We take security seriously at AltVision. The following versions are currently supported with security updates:

AltVision is designed with privacy in mind:

• Local Storage: API keys and settings are stored locally in Chrome's storage (sync/local storage)
• No Telemetry: We do not collect browsing data, analytics, or usage statistics
• External Services: The extension communicates with:
  • Your own OpenAI API keys (user-provided)
  • Cloudflare Worker backend for API key validation

When you provide API keys:

• Keys are stored in Chrome's sync storage (encrypted by Chrome)
• Keys are sent to our Cloudflare Worker for validation and proxying AI requests
• We recommend using API keys with appropriate rate limits and spending caps
• You can remove your API keys at any time from the extension settings

AltVision requests the following Chrome permissions:

• storage - To save settings and API keys locally
• sidePanel - To display the extension UI
• contextMenus - To add right-click menu options
• <all_urls> content scripts - To inject accessibility tooltips on web pages
• Host permission for your Cloudflare Worker domain - For backend API communication (must be configured)

We appreciate responsible disclosure of security vulnerabilities.

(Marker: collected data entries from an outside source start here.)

from policy.cautions import CAUTIONS, assumptions_for
from policy.inputs.cells import CellTable
from policy.decision.costs import Costs, costs_from_scenario
from policy.errors import InputError
from policy.decision.evaluate import evaluate, group_matrix
from policy.decision.rules import Rule
from policy.inputs.scenario import Scenario
from policy.decision.solve import optimal_rule
from policy.estimation.strata import RiskLevelEstimator, RiskLevels
from policy.estimation.world import outcome_world
from policy.assessment.selection import chosen_cost_columns
from policy.decision.candidates import CandidateSpec, aid_rule, candidate_rule, candidate_rules, observed_delta, observed_rules  # noqa: F401
from policy.assessment.crossfit import check_folds, cross_fit
from policy.assessment.paired import cost_matrix, paired_differences, paired_figures
from policy.assessment.stability import STABILITY, check_stability, level_shares, stability_frame, unstable_lines
from policy.assessment.scoring import ComparisonStatistic, ConstrainedSolver, RuleSolver, _tail, score_rules  # noqa: F401
from policy.assessment.uncertainty import BootstrapResult, TaskRunner, bootstrap, scenario_settings

__all__ = [
    "CandidateSpec",
    "candidate_rule",
    "candidate_rules",
    "observed_rules",
    "aid_rule",
    "observed_delta",
    "score_rules",
    "ComparisonStatistic",
    "Comparison",
    "compare",
]

# ----------------------------------------------------------------------------------------------
# The comparison
# ----------------------------------------------------------------------------------------------
def _reading(effect: float, lo: float, hi: float, r: int, t: int, L: int) -> tuple[str, str]:
    """Direction of the aid's effect and what it means for cases at risk level r, threshold t."""
    if np.isfinite(lo) and np.isfinite(hi) and (lo > 0 or hi < 0):
        direction = "harsher with the aid" if effect > 0 else "more lenient with the aid"
    elif np.isfinite(lo):
        direction = "no clear change (interval includes 0)"
    else:
        direction = "harsher with the aid" if effect > 0 else ("more lenient with the aid" if effect < 0 else "no change")
    if r == 0:
        meaning = "safe cases: a harsher decision prevents nothing"
    elif r == L:
        meaning = "not preventable by any level: a harsher decision prevents nothing"
    elif t == r:
        meaning = "this level or harsher prevents the outcome for these cases"
    elif t > r:
        meaning = "harsher than needed to prevent the outcome for these cases"
    else:
        meaning = "not harsh enough to prevent the outcome for these cases"
    return direction, meaning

If you discover a security issue, please follow these steps:

DO NOT open a public issue for security vulnerabilities.

Instead, please report security vulnerabilities by:

1. Email: Send details to [[email protected]]

   • Use subject line: "[SECURITY] AltVision - Brief Description"

2. Include the following information:

   • Description of the vulnerability
   • Steps to reproduce the issue
   • Potential impact
   • Suggested fix (if you have one)
   • Your contact information for follow-up

1. Acknowledgment: We will acknowledge receipt of your report within 48 hours
2. Initial Assessment: We will provide an initial assessment within 5 business days
3. Updates: We will keep you informed of our progress
4. Resolution: We aim to resolve critical issues within 30 days
5. Credit: With your permission, we will credit you in the security advisory

• Please give us reasonable time to fix the issue before public disclosure
• We will coordinate with you on the disclosure timeline
• We will publicly acknowledge your responsible disclosure (unless you prefer to remain anonymous)

1. Use Limited Keys: Set spending limits on your OpenAI API keys
2. Monitor Usage: Regularly check your API usage in the provider dashboards
3. Rotate Keys: Periodically generate new API keys and update the extension
4. Remove When Not Needed: If you stop using the extension, remove your API keys

1. Keep Updated: Always use the latest version of AltVision
2. Verify Source: Only install AltVision from trusted sources (Chrome Web Store or official GitHub releases)
3. Review Permissions: Understand what permissions the extension requests
4. Report Suspicious Behavior: If the extension behaves unexpectedly, report it

1. Never Commit Secrets: Don't commit API keys, tokens, or credentials
2. Use Environment Variables: Keep sensitive data out of source code
3. Review Dependencies: Be aware of third-party dependencies and their security
4. Validate Input: Always validate and sanitize user input
5. Secure Communication: Use HTTPS for all external communications

⚠️ Configuration Required: AltVision requires a Cloudflare Worker backend:

• URL: Must be configured in src/services/urls.js (currently set to placeholder _YOUR_CLOUDFLARE_WORKER_URL_)
• Purpose: API key validation, AI request proxying, and image processing
• Data transmitted: User-provided API keys, AI request content, and image data

Security Considerations:

• You must deploy your own Cloudflare Worker backend (see README for instructions)
• The backend handles sensitive data (API keys) and should implement proper security measures
• Use HTTPS only (required by Chrome extensions)
• Implement rate limiting and authentication in your backend
• Never commit your actual backend URL to public repositories if it contains sensitive configuration

The extension integrates with:

• ExtPay: Payment processing (GDPR compliant)
• OpenAI API: AI-powered features (subject to OpenAI's security policies)

AltVision injects content scripts into all web pages. While necessary for functionality:

• Scripts run with the same privileges as the page
• We minimize the attack surface by keeping content scripts focused
• Review the code in public/content.js for transparency

Security updates will be:

1. Released as soon as possible after discovery
2. Announced in GitHub releases with the security tag
3. Detailed in this SECURITY.md file
4. Pushed to the Chrome Web Store immediately

No vulnerabilities have been publicly disclosed at this time.

For security concerns, please contact:

• Email: [[email protected]]
• GitHub: Open a security advisory in the repository

For general questions, please use the public issue tracker.

Last Updated: 2025-01-13

Thank you for helping keep AltVision and its users secure!